Task goal
After reading the data below, copy out every line that contains the word "tuple".

■ ■ ■ ■ ■

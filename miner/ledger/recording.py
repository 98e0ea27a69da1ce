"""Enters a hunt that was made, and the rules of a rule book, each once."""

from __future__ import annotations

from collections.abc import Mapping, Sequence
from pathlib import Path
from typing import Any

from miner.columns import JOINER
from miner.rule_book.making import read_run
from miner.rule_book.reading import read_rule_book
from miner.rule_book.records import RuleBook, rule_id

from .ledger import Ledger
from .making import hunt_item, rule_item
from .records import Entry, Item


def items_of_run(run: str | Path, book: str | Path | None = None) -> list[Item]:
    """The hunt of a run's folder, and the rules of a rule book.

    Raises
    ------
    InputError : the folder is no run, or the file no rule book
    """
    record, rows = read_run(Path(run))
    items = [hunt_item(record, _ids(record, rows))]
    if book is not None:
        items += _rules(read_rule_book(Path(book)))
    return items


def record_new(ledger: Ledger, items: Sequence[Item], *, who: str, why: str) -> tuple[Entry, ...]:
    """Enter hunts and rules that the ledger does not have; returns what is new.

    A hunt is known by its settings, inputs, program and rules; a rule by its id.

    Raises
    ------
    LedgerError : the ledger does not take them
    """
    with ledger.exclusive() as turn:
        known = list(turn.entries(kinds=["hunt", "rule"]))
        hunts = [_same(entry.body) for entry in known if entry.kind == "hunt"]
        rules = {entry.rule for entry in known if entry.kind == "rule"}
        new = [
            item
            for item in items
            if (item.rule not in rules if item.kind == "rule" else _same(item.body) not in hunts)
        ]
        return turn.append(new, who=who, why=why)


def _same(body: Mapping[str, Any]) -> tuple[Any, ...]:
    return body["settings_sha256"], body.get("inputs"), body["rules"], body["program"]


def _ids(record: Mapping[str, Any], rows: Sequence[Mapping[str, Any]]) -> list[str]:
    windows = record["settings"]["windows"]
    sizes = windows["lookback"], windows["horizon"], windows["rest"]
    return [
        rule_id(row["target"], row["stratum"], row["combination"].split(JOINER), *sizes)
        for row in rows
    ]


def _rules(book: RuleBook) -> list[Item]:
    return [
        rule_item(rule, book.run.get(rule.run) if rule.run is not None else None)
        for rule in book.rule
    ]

■ ■ ■ ■ ■

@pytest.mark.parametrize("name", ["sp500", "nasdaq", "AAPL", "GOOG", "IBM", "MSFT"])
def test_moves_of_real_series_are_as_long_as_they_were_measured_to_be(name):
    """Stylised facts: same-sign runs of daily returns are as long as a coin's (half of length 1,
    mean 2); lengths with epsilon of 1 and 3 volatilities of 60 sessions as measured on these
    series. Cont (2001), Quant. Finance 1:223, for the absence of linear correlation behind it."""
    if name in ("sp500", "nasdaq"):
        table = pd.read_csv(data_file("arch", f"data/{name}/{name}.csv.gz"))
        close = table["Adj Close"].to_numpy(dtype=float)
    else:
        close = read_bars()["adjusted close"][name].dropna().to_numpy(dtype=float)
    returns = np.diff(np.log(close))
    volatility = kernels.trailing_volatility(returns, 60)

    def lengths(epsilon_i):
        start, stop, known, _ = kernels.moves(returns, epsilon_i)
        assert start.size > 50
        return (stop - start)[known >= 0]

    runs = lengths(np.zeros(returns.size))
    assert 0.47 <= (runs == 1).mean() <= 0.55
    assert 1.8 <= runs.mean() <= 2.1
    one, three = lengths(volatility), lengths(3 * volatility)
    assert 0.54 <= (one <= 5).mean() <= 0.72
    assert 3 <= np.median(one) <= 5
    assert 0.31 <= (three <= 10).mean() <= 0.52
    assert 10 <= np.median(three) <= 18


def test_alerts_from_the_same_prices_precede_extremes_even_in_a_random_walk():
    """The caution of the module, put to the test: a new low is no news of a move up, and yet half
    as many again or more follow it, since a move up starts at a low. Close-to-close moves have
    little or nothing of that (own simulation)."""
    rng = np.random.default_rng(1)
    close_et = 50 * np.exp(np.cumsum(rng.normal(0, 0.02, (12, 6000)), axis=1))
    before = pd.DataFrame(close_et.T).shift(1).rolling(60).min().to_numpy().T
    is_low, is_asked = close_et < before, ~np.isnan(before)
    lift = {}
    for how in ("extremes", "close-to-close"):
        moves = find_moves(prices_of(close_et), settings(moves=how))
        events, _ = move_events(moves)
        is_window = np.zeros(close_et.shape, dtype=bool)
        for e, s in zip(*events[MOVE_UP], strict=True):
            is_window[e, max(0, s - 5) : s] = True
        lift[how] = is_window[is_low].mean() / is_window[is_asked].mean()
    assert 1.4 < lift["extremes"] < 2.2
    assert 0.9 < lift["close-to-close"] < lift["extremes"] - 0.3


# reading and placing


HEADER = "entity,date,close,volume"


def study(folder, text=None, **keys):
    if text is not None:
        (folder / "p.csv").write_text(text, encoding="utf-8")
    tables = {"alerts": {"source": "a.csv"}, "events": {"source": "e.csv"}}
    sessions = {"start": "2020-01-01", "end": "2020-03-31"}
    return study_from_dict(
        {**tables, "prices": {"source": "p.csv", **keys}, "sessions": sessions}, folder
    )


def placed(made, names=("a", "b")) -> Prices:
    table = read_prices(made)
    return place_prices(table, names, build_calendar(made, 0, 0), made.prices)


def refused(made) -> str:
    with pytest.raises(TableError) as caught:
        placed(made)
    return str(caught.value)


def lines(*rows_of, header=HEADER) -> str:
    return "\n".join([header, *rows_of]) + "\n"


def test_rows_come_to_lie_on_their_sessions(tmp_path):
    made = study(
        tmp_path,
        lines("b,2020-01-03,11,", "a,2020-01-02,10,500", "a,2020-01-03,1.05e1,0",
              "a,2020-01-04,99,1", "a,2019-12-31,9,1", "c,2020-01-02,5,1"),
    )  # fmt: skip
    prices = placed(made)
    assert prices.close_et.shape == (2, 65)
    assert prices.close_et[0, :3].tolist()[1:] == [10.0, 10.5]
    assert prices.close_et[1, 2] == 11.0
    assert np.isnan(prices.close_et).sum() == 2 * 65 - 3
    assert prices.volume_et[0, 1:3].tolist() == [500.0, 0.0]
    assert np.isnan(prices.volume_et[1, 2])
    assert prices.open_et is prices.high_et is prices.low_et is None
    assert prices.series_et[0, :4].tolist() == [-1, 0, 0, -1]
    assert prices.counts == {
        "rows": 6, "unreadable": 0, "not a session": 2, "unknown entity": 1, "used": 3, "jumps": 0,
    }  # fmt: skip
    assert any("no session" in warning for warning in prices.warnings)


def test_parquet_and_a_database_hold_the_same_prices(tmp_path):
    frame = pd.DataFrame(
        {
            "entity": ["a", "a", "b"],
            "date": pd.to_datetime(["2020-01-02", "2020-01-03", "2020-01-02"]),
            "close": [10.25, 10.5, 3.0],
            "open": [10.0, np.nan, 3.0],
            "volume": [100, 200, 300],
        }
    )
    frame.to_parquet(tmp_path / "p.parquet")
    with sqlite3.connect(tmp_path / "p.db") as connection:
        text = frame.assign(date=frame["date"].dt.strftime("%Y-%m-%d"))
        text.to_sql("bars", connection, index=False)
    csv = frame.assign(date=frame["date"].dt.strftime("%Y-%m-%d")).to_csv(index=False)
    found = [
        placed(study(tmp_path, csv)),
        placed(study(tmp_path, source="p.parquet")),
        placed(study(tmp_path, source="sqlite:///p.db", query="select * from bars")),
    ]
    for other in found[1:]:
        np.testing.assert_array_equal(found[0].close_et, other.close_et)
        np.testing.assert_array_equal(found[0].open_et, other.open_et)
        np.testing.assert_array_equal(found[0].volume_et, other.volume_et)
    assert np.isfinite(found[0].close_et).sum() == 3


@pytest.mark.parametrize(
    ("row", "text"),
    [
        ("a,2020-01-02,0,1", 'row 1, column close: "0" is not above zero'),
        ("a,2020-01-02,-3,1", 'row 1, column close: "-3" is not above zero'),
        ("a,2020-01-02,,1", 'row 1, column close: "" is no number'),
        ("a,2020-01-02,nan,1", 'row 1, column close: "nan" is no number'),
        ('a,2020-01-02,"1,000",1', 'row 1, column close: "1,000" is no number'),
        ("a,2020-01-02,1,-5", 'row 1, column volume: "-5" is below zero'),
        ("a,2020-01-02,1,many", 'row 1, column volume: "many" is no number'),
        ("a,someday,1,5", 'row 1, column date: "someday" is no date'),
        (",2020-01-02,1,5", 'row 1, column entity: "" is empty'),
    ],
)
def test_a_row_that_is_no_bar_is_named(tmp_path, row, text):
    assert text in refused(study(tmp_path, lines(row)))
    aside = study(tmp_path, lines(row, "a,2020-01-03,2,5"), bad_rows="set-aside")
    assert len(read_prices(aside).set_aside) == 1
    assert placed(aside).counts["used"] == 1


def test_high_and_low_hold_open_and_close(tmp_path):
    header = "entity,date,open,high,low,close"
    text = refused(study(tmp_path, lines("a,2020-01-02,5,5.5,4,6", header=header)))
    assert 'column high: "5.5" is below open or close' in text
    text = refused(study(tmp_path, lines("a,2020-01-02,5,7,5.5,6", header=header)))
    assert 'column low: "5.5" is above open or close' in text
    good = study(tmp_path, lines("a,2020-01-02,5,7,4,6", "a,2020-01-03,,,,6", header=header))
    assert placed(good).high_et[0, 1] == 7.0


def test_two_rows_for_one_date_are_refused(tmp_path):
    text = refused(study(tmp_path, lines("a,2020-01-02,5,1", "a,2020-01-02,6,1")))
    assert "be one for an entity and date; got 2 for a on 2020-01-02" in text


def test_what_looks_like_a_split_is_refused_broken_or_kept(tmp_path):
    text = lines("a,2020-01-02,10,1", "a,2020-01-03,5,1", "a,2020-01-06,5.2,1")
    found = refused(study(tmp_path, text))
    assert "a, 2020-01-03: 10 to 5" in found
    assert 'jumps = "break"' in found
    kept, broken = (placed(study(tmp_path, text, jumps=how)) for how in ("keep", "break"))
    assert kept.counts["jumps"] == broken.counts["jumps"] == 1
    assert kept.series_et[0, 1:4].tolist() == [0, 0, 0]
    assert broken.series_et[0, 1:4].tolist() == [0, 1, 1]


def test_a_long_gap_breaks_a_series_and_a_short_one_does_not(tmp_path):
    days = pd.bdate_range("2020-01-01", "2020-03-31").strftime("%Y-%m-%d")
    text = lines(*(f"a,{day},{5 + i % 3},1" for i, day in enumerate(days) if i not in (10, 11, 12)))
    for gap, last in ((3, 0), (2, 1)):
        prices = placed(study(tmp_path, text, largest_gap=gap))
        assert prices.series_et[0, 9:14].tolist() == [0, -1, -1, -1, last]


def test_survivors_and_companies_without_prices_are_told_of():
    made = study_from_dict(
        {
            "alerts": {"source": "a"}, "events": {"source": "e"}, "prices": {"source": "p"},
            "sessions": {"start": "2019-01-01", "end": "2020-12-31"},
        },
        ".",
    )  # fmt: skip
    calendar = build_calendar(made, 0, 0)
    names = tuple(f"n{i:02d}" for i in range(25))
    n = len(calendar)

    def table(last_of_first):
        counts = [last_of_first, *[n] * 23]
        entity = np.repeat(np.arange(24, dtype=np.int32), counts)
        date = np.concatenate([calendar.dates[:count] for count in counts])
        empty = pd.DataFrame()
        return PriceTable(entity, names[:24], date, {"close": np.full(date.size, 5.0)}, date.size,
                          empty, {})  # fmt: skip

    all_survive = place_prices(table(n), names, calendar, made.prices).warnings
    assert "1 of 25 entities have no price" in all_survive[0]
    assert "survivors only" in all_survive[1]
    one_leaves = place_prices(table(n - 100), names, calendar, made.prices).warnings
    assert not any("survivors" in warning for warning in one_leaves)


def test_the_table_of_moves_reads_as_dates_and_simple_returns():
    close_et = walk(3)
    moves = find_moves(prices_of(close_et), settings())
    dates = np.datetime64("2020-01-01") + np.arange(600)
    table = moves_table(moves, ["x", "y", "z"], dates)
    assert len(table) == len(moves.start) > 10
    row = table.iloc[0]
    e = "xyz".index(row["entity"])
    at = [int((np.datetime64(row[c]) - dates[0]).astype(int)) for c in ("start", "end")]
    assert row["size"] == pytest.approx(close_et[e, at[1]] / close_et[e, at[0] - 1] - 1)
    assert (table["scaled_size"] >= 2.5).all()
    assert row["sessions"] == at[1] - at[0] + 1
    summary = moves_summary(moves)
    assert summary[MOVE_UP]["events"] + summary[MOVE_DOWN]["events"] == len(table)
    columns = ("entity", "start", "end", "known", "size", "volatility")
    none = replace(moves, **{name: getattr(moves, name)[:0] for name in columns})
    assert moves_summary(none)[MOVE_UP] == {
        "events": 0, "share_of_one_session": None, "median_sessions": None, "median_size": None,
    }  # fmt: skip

■ ■ ■ ■ ■

Expected output
def record_new(ledger: Ledger, items: Sequence[Item], *, who: str, why: str) -> tuple[Entry, ...]:
def _same(body: Mapping[str, Any]) -> tuple[Any, ...]:
    names = tuple(f"n{i:02d}" for i in range(25))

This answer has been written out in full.